## REQUIRED ACTION
Starting with the first line of the records, write out each line exactly until you have included the line containing "quarter of the".

## MATERIAL PROVIDED

#####

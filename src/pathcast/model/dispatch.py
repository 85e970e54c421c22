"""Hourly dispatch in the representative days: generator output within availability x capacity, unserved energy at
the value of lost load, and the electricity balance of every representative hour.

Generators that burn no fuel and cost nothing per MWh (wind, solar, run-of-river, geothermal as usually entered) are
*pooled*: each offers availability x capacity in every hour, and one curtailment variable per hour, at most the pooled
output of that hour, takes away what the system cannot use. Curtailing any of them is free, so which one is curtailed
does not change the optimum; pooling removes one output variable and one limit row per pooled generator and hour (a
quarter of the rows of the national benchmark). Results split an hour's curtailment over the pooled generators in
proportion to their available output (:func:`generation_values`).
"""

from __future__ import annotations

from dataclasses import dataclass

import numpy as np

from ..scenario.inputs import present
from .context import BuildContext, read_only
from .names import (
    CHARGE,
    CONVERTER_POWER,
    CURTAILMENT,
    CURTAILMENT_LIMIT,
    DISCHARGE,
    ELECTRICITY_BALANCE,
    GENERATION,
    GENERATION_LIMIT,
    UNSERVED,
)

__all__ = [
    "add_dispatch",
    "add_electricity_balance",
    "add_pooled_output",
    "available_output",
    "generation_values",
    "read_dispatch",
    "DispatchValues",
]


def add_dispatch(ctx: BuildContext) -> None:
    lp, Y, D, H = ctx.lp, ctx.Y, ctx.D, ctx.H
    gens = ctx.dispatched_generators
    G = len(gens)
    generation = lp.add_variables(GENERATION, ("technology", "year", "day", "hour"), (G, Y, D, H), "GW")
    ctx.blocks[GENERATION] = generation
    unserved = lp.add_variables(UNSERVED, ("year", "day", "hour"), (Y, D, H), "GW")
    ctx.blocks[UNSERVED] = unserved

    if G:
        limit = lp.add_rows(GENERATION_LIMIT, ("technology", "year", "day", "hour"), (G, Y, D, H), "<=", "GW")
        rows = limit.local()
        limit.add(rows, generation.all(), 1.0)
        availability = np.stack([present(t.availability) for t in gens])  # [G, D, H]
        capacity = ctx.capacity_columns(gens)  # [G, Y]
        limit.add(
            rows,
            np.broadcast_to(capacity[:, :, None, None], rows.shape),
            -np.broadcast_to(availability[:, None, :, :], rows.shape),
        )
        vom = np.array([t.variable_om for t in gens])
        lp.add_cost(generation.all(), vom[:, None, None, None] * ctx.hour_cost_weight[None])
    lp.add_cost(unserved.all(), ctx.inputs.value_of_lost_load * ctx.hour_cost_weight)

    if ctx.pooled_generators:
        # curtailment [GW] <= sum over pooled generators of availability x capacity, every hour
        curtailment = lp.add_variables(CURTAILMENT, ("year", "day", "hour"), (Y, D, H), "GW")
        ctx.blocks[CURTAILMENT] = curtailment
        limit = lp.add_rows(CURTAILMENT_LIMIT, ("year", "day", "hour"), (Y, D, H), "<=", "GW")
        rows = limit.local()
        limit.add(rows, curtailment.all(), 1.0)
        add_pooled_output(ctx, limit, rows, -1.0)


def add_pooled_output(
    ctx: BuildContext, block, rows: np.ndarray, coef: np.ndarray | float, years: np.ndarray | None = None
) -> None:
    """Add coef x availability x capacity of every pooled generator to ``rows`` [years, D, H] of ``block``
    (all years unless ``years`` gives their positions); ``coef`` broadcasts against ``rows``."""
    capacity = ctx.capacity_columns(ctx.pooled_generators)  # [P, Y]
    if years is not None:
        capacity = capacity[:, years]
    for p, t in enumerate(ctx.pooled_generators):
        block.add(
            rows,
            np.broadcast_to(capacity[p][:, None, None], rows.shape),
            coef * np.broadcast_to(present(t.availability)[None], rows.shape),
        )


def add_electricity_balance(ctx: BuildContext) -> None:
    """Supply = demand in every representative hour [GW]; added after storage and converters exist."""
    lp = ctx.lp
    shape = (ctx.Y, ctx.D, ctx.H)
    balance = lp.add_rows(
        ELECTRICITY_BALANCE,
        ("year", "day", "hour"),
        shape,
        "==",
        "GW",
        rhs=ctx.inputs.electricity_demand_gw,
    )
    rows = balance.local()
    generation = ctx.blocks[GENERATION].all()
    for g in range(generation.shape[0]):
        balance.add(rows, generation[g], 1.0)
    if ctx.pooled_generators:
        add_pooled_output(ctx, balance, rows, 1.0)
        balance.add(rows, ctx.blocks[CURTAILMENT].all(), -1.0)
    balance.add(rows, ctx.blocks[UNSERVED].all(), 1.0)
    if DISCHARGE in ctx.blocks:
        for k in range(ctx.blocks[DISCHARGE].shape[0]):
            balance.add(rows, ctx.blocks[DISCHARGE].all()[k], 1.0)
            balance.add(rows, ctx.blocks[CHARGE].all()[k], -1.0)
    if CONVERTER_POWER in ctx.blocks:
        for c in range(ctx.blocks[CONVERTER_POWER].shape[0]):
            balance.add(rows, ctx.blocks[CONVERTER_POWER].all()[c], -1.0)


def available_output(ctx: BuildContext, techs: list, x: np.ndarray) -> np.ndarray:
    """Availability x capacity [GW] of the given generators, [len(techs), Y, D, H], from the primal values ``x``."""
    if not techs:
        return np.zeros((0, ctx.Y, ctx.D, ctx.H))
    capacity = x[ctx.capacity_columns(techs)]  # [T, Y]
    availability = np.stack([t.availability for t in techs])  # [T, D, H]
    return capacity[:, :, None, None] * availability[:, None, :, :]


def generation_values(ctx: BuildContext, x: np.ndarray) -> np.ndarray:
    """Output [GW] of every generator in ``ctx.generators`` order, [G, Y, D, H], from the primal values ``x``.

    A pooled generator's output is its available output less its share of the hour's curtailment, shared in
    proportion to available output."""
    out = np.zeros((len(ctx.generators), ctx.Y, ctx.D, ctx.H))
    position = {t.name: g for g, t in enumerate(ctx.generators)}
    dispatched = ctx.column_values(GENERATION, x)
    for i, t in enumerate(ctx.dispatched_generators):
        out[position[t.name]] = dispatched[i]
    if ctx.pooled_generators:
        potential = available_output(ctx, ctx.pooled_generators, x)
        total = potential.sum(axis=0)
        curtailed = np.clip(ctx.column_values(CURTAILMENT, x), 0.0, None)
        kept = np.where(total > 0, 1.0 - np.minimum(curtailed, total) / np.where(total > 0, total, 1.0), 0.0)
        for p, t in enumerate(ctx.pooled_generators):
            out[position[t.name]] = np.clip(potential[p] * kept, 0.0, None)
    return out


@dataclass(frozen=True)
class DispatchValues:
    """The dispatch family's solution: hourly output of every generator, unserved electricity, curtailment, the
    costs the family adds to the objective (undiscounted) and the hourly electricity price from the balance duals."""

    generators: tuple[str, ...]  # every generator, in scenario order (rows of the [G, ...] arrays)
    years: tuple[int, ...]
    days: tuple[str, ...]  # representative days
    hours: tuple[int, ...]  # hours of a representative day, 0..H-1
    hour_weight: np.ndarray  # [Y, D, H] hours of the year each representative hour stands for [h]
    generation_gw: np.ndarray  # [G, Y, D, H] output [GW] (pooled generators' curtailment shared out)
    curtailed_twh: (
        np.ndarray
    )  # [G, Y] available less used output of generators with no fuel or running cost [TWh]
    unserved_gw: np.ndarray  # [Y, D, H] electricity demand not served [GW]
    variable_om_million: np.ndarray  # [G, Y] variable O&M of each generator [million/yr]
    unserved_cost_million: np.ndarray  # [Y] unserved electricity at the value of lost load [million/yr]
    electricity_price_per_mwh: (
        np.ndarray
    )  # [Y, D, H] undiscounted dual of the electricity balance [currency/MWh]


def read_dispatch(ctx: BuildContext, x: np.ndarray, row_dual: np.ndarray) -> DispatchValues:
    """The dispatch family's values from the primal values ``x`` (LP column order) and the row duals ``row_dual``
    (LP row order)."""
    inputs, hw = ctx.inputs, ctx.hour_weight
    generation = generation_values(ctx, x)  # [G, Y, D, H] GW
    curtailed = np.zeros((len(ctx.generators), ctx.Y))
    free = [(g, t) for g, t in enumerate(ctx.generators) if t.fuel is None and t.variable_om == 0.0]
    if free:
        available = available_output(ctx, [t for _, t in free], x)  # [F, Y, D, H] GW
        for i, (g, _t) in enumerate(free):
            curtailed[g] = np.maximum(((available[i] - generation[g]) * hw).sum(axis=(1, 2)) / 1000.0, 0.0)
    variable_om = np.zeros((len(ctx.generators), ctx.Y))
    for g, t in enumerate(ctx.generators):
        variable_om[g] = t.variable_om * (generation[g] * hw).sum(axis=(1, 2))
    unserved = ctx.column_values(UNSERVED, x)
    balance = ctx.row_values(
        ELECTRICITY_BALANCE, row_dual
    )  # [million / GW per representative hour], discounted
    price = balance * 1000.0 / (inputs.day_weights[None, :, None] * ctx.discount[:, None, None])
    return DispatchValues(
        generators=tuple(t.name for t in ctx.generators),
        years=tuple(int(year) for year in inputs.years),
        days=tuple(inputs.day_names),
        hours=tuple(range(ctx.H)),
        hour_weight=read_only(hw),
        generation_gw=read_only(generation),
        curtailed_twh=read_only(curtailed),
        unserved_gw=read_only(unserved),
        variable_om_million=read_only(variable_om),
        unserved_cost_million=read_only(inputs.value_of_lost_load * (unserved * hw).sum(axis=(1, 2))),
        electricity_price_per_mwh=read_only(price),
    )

#####

## SOLUTION FOR THIS TASK
filename src/pathcast/model/dispatch.py
repository 85e970e54c421c22
"""Hourly dispatch in the representative days: generator output within availability x capacity, unserved energy at
the value of lost load, and the electricity balance of every representative hour.

Generators that burn no fuel and cost nothing per MWh (wind, solar, run-of-river, geothermal as usually entered) are
*pooled*: each offers availability x capacity in every hour, and one curtailment variable per hour, at most the pooled
output of that hour, takes away what the system cannot use. Curtailing any of them is free, so which one is curtailed
does not change the optimum; pooling removes one output variable and one limit row per pooled generator and hour (a
quarter of the rows of the national benchmark). Results split an hour's curtailment over the pooled generators in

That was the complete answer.